One of the best examples comes from Lars Osberg of Dalhousie
University in Nova Scotia and Andrew Sharpe of the Centre
for the Study of Living Standards in Ottawa.
New measures of well-being
They have measured economic well-being over time for 14 countries,
using four
classes of indicators: consumption (both private and governmental),
wealth (which includes such diverse factors as housing and
the social cost of environmental degradation), economic equality
(measured by income distribution and degree of poverty),
and security about future income (measured by, for example,
risk of unemployment and illness). Their data for five of
these countries show the US with a somewhat less favorable
trend since 1980 than that of Norway, but better than that
of the UK and Sweden (see left chart).
Some of the variations in the chart represent cyclical changes
in business activity. The longer-term trends reflect a variety
of factors. The favorable direction for Norway, for instance,
results from higher consumption, wealth and security, whereas
the poor performance of Sweden stems largely from increases
in inequality and insecurity, combined with a mediocre increase
in consumption.
Raising important questions
The usefulness of the index is in raising questions such
as, “Why is the US at a lower level than Norway?” One
component of the index suggests part of the answer (see
right chart). These may in turn point out other disparities.

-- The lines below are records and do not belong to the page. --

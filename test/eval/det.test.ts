// Det. Outside checks: onnxruntime-node (graph optimizations off) on seeded random batches of matrices (1x1 to
// 5x5, singular ones included); det of a permutation matrix is its sign (a property needing no reference).
import { describe, expect, it } from 'vitest';
import { SEEDS, count, randn, rng, vsOrt } from './ort-compare.js';
import { Det } from '../../src/eval/kernels/det.js';
import type { Node } from '../../src/graph/ir.js';

describe('Det (outside check: onnxruntime-node)', () => {
  it('batched random matrices, with singular ones', async () => {
    for (const seed of SEEDS) {
      const r = rng(seed);
      const n = 1 + Math.floor(r() * 5);
      const batch = r() < 0.5 ? [] : [1 + Math.floor(r() * 3)];
      const dims = [...batch, n, n];
      const data = randn(r, count(dims));
      if (n > 1 && r() < 0.5) for (let j = 0; j < n; j++) data[n + j] = 2 * data[j]!; // second row = 2 x first row
      await vsOrt('Det', 11, [{ name: 'x', dims, data }], {}, undefined, 1e-4);
    }
  });

  it('a permutation matrix has determinant equal to its sign', () => {
    const node: Node = { name: 'd1', opType: 'Det', domain: '', inputs: [], outputs: ['y'], attributes: [], docString: '', extra: [] };
    const ctx = { node, opset: 11, precision: 'float64' as const, runSubgraph: () => [] };
    // the cycle (0 1 2) is even; swapping rows 0 and 1 is odd
    const [even] = Det.run([{ type: 1, dims: [3, 3], data: Float64Array.of(0, 1, 0, 0, 0, 1, 1, 0, 0) }], ctx);
    const [odd] = Det.run([{ type: 1, dims: [3, 3], data: Float64Array.of(0, 1, 0, 1, 0, 0, 0, 0, 1) }], ctx);
    expect([even!.data[0], odd!.data[0]]).toEqual([1, -1]);
  });
});
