// ConvTranspose against onnxruntime-node on seeded random geometries (groups, strides, dilations, pads,
// output_padding, output_shape, auto_pad), plus the worked example of the ONNX operator documentation.
import { describe, expect, it } from 'vitest';
import { randn, rng, modelBytes, type AttrIn } from '../helpers/build.js';
import { checkOp, oneNode, type In } from './harness.js';
import { parseModel } from '../../src/onnx/read.js';
import { runModel } from '../../src/eval/run.js';

const int = (r: () => number, lo: number, hi: number) => lo + Math.floor(r() * (hi - lo + 1));

function randomConvT(r: () => number, form: 'pads' | 'output_shape' | 'auto_pad'): { ins: In[]; attrs: Record<string, AttrIn>; label: string } {
  const sp = int(r, 1, 3);
  const group = [1, 1, 2, 3][int(r, 0, 3)]!;
  const Cg = int(r, 1, 3), Mg = int(r, 1, 3), C = Cg * group, N = int(r, 1, 2);
  const kernel: number[] = [], strides: number[] = [], dil: number[] = [], inSp: number[] = [], outPad: number[] = [];
  for (let i = 0; i < sp; i++) {
    kernel.push(int(r, 1, 3)); strides.push(int(r, 1, 3)); dil.push(form === 'auto_pad' ? 1 : int(r, 1, 2));
    inSp.push(int(r, 1, sp === 3 ? 4 : 7));
    outPad.push(int(r, 0, strides[i]! - 1));
  }
  const attrs: Record<string, AttrIn> = { group, strides, dilations: dil };
  if (r() < 0.5) attrs.kernel_shape = kernel;
  if (form === 'pads') {
    attrs.output_padding = outPad;
    attrs.pads = Array.from({ length: 2 * sp }, (_, i) => int(r, 0, Math.min(2, (kernel[i % sp]! - 1) * dil[i % sp]!)));
  } else if (form === 'output_shape') {
    attrs.output_shape = inSp.map((n, i) => strides[i]! * (n - 1) + (kernel[i]! - 1) * dil[i]! + 1 - int(r, 0, Math.min(2, kernel[i]! - 1)));
  } else {
    attrs.auto_pad = r() < 0.5 ? 'SAME_UPPER' : 'VALID';
  }
  const xd = [N, C, ...inSp], wd = [C, Mg, ...kernel];
  const ins: In[] = [
    { name: 'x', dims: xd, data: randn(r, xd.reduce((a, b) => a * b)) },
    { name: 'w', dims: wd, data: randn(r, wd.reduce((a, b) => a * b)), init: true },
  ];
  if (r() < 0.5) ins.push({ name: 'b', dims: [Mg * group], data: randn(r, Mg * group), init: true });
  return { ins, attrs, label: `x[${xd}] w[${wd}]` };
}

describe('ConvTranspose vs onnxruntime-node (seeded random geometries)', () => {
  for (const form of ['pads', 'output_shape', 'auto_pad'] as const) {
    it(`${form} form`, async () => {
      for (let seed = 1; seed <= 30; seed++) {
        const c = randomConvT(rng(seed * 7 + form.length), form);
        await checkOp('ConvTranspose', seed % 2 ? 11 : 7, c.ins, c.attrs, ['y'], 1e-5, `seed ${seed} ${c.label}`);
      }
    });
  }
});

describe('ConvTranspose worked example (ONNX Operators.md, ConvTranspose "convtranspose"; from memory, checked by hand)', () => {
  it('3x3 input, two 3x3 all-ones filters', () => {
    const x = [0, 1, 2, 3, 4, 5, 6, 7, 8];
    const ins: In[] = [{ name: 'x', dims: [1, 1, 3, 3], data: x }, { name: 'w', dims: [1, 2, 3, 3], data: new Array(18).fill(1), init: true }];
    const model = parseModel(modelBytes(oneNode('ConvTranspose', ins, {}, ['y']), { opset: 11 }), '.');
    const y = runModel(model, new Map([['x', { type: 1, dims: [1, 1, 3, 3], data: Float64Array.from(x) }]]), { precision: 'float64' }).get('y')!;
    expect(y.dims).toEqual([1, 2, 5, 5]);
    const plane = [0, 1, 3, 3, 2, 3, 8, 15, 12, 7, 9, 21, 36, 27, 15, 9, 20, 33, 24, 13, 6, 13, 21, 15, 8];
    expect(Array.from(y.data)).toEqual([...plane, ...plane]);
  });
});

Why, for example, is financial security in the US lower
than in Canada in spite of a more robust US economy? Data
on the component of economic equality might prompt one
to ask why it is falling in most of the 14 countries.
The Osberg-Sharpe indicators measure average quality of
economic life and so tell us nothing about the poor or the
rich. Economist Timothy M. Smeeding of Syracuse University
and sociologist Lee Rainwater of Harvard University have
explored this aspect by measuring the economic prospects
of children whose income is at the 10th, 50th and 90th percentiles
of income distribution – in other words, poor, average
and rich. Their data, for which over 13 industrial countries
for the early and mid-1990s, show that the US is the best
place to be a rich child, but for the poor child the best
place is Norway, which makes substantial cash payments to
families. Poor children in the US have worse prospects than
their counterparts in all studied countries but the UK. The
prospects of the average child, however, are better in the
US than any of the other countries except Switzwerland and
Canada (the completed data for the 13 countries can be seen
at www.sciam.com).

Source: Lars Osberg and Andrew Sharpe and the Centre for the
Study of Living Standards
Copyright 2003 Rodger Doyle. Reprinted with
permission.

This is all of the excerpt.